RECORDS SHOWN -
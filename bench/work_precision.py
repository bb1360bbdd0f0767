"""Work–precision of Bulirsch–Stoer beside scipy's DOP853 (numpy right-hand side).

Two problems, in one run (so the ratios mean something on any machine):
  outer-solar-system  the Sun (with the inner planets' mass), Jupiter, Saturn, Uranus,
                      Neptune and Pluto (Hairer, Lubich & Wanner 2006, Sec. I.2.4, Table 2.1;
                      from memory, as in bench/planetary.py), barycentric, over 10^5 days
  pythagorean         masses 3, 4, 5 at rest at (1, 3), (-2, -1), (1, -1), G = 1 (Burrau 1913;
                      Szebehely & Peters 1967, Astron. J. 72, 876), over 0 <= t <= 10: two close
                      approaches (to ~0.01); beyond that chaos amplifies every error so much
                      that a final-error comparison says nothing about the integrators

For each: bulirsch-stoer at tolerance 1e-6 ... 1e-14 and solve_ivp(method="DOP853") at
rtol = atol = 1e-6 ... 1e-13: final position error against a reference (bulirsch-stoer at
tolerance 1e-15, itself checked against DOP853 at rtol = atol = 1e-14), final relative
energy error, force evaluations and wall time (best of several repeats).  The speed-up at
equal final error is DOP853's time over bulirsch-stoer's time interpolated (log-log) at
DOP853's error.  Writes bench/results/work_precision.json and work_precision.png.

    python bench/work_precision.py [--quick] [--output PATH]
"""
from __future__ import annotations

import argparse
import json
import math
import os
import sys
import time

import numpy as np

HERE = os.path.dirname(os.path.abspath(__file__))
sys.path.insert(0, HERE)
from _machine import describe_machine  # noqa: E402

import libration as lb  # noqa: E402

from _problems import HLW_G, HLW_MASS, HLW_POSITION, HLW_VELOCITY, UNITS  # noqa: E402,F401



def problems() -> dict[str, tuple[lb.System, float]]:
    oss = lb.System(HLW_MASS, HLW_POSITION, HLW_VELOCITY, units=UNITS).barycentric()
    pyth = lb.System([3.0, 4.0, 5.0], [[1.0, 3.0, 0.0], [-2.0, -1.0, 0.0], [1.0, -1.0, 0.0]],
                     np.zeros((3, 3)))
    return {"outer-solar-system": (oss, 1.0e5), "pythagorean": (pyth, 10.0)}


def numpy_rhs(mass: np.ndarray, G: float):
    """The usual vectorised numpy right-hand side y' = (v, a(x)) for solve_ivp."""
    n = mass.size
    gm = G * mass
    eye = np.eye(n)

    def rhs(t, y):
        x = y[:3 * n].reshape(n, 3)
        dx = x[None, :, :] - x[:, None, :]
        r2 = np.einsum("ijk,ijk->ij", dx, dx) + eye
        inv3 = (1.0 - eye) / (r2 * np.sqrt(r2))
        acc = np.einsum("ij,ijk->ik", gm[None, :] * inv3, dx)
        return np.concatenate([y[3 * n:], acc.ravel()])

    return rhs


def timed(function, repeats: int):
    best, result = math.inf, None
    for _ in range(repeats):
        start = time.perf_counter()
        result = function()
        best = min(best, time.perf_counter() - start)
    return best, result


def run_bs(system: lb.System, t_end: float, tolerance: float):
    p = lb.Propagator(system, "bulirsch-stoer", tolerance=tolerance)
    p.advance(t_end)
    return p.system, p.integrator.evaluations, p.steps


def run_dop853(system: lb.System, t_end: float, rtol: float):
    from scipy.integrate import solve_ivp

    n = system.n
    y0 = np.concatenate([system.position.ravel(), system.velocity.ravel()])
    sol = solve_ivp(numpy_rhs(system.mass, system.G), (0.0, t_end), y0, method="DOP853",
                    rtol=rtol, atol=rtol)
    y = sol.y[:, -1]
    out = lb.System(system.mass, y[:3 * n].reshape(n, 3), y[3 * n:].reshape(n, 3), units=system.units)
    return out, int(sol.nfev), int(sol.t.size - 1)


def position_error(a: lb.System, b: lb.System) -> float:
    """Largest position difference over bodies, relative to the system's size."""
    return float(np.max(np.linalg.norm(a.position - b.position, axis=1)) / np.max(np.linalg.norm(b.position, axis=1)))


def speedups(bs_rows, dop_rows):
    """DOP853 time / bulirsch-stoer time at DOP853's final error (log-log interpolation)."""
    pts = sorted((r["error"], r["seconds"]) for r in bs_rows if r["error"] > 0)
    le = np.log([p[0] for p in pts])
    lt = np.log([p[1] for p in pts])
    out = []
    for row in dop_rows:
        e = row["error"]
        if not (pts[0][0] <= e <= pts[-1][0]):
            continue
        t_bs = float(np.exp(np.interp(math.log(e), le, lt)))
        out.append({"error": e, "dop853_seconds": row["seconds"], "bulirsch_stoer_seconds": t_bs,
                    "speedup": row["seconds"] / t_bs, "dop853_rtol": row["tolerance"]})
    return out


def main() -> None:
    parser = argparse.ArgumentParser(description=__doc__.splitlines()[0])
    parser.add_argument("--quick", action="store_true", help="fewer tolerances and repeats")
    parser.add_argument("--output", default=os.path.join(HERE, "results", "work_precision.json"))
    args = parser.parse_args()
    bs_tols = [1e-6, 1e-8, 1e-10, 1e-12, 1e-14] if args.quick else [10.0 ** -k for k in range(6, 15)]
    dop_tols = [1e-6, 1e-9, 1e-12] if args.quick else [10.0 ** -k for k in range(6, 14)]
    repeats_bs, repeats_dop = (3, 1) if args.quick else (7, 3)
    results = {"machine": describe_machine(), "problems": {}}
    for name, (system, t_end) in problems().items():
        e0 = system.energy()
        reference, _, _ = run_bs(system, t_end, 1e-15)
        check, _, _ = run_dop853(system, t_end, 1e-14)
        rows = {"bulirsch-stoer": [], "dop853": []}
        for method, tols, runner, repeats in (("bulirsch-stoer", bs_tols, run_bs, repeats_bs),
                                              ("dop853", dop_tols, run_dop853, repeats_dop)):
            for tol in tols:
                seconds, (final, evaluations, steps) = timed(lambda: runner(system, t_end, tol), repeats)
                rows[method].append({
                    "tolerance": tol, "error": position_error(final, reference),
                    "energy_error": abs(final.energy() / e0 - 1), "evaluations": evaluations,
                    "steps": steps, "seconds": seconds})
                print(f"{name:20s} {method:15s} tol={tol:7.0e} err={rows[method][-1]['error']:9.2e} "
                      f"dE={rows[method][-1]['energy_error']:9.2e} evals={evaluations:8d} "
                      f"time={seconds * 1e3:9.3f} ms", flush=True)
        ratio = speedups(rows["bulirsch-stoer"], rows["dop853"])
        for r in ratio:
            print(f"{name:20s} speed-up at error {r['error']:8.1e}: {r['speedup']:7.1f}x")
        results["problems"][name] = {
            "t_end": t_end, "bodies": system.n, "reference": "bulirsch-stoer at tolerance 1e-15",
            "reference_vs_dop853_1e-14": position_error(check, reference),
            "rows": rows, "speedup_at_equal_error": ratio,
            "min_speedup": min((r["speedup"] for r in ratio), default=None),
        }
    os.makedirs(os.path.dirname(args.output), exist_ok=True)
    with open(args.output, "w", encoding="utf-8") as f:
        json.dump(results, f, indent=1)
    plot(results, os.path.splitext(args.output)[0] + ".png")
    print(f"wrote {args.output}")


def plot(results: dict, path: str) -> None:
    try:
        import matplotlib
        matplotlib.use("Agg")
        import matplotlib.pyplot as plt
    except ImportError:
        print("matplotlib missing: no plot")
        return
    names = list(results["problems"])
    fig, axes = plt.subplots(1, len(names), figsize=(5.5 * len(names), 4.2))
    for ax, name in zip(np.atleast_1d(axes), names):
        entry = results["problems"][name]
        for method, style in (("bulirsch-stoer", "o-"), ("dop853", "s--")):
            rows = [r for r in entry["rows"][method] if r["error"] > 0]
            ax.loglog([r["error"] for r in rows], [r["seconds"] for r in rows], style, label=method)
        ax.set_xlabel("final position error (relative to system size)")
        ax.set_ylabel("wall time [s]")
        speed = entry["min_speedup"]
        ax.set_title(f"{name} (t = {entry['t_end']:g})" + (f", min speed-up {speed:.0f}x" if speed else ""))
        ax.grid(True, which="both", alpha=0.3)
        ax.legend()
    fig.tight_layout()
    fig.savefig(path, dpi=110)
    print(f"wrote {path}")


if __name__ == "__main__":
    main()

AIM OF THE EXERCISE -
Repeat exactly the lines from the first line of the records above through the line containing "approaches (to ~0.01);", both included, and nothing else.

TASK SOLUTION -
filename bench/work_precision.py
repository bb1360bbdd0f0767
"""Work–precision of Bulirsch–Stoer beside scipy's DOP853 (numpy right-hand side).

Two problems, in one run (so the ratios mean something on any machine):
  outer-solar-system  the Sun (with the inner planets' mass), Jupiter, Saturn, Uranus,
                      Neptune and Pluto (Hairer, Lubich & Wanner 2006, Sec. I.2.4, Table 2.1;
                      from memory, as in bench/planetary.py), barycentric, over 10^5 days
  pythagorean         masses 3, 4, 5 at rest at (1, 3), (-2, -1), (1, -1), G = 1 (Burrau 1913;
                      Szebehely & Peters 1967, Astron. J. 72, 876), over 0 <= t <= 10: two close
                      approaches (to ~0.01); beyond that chaos amplifies every error so much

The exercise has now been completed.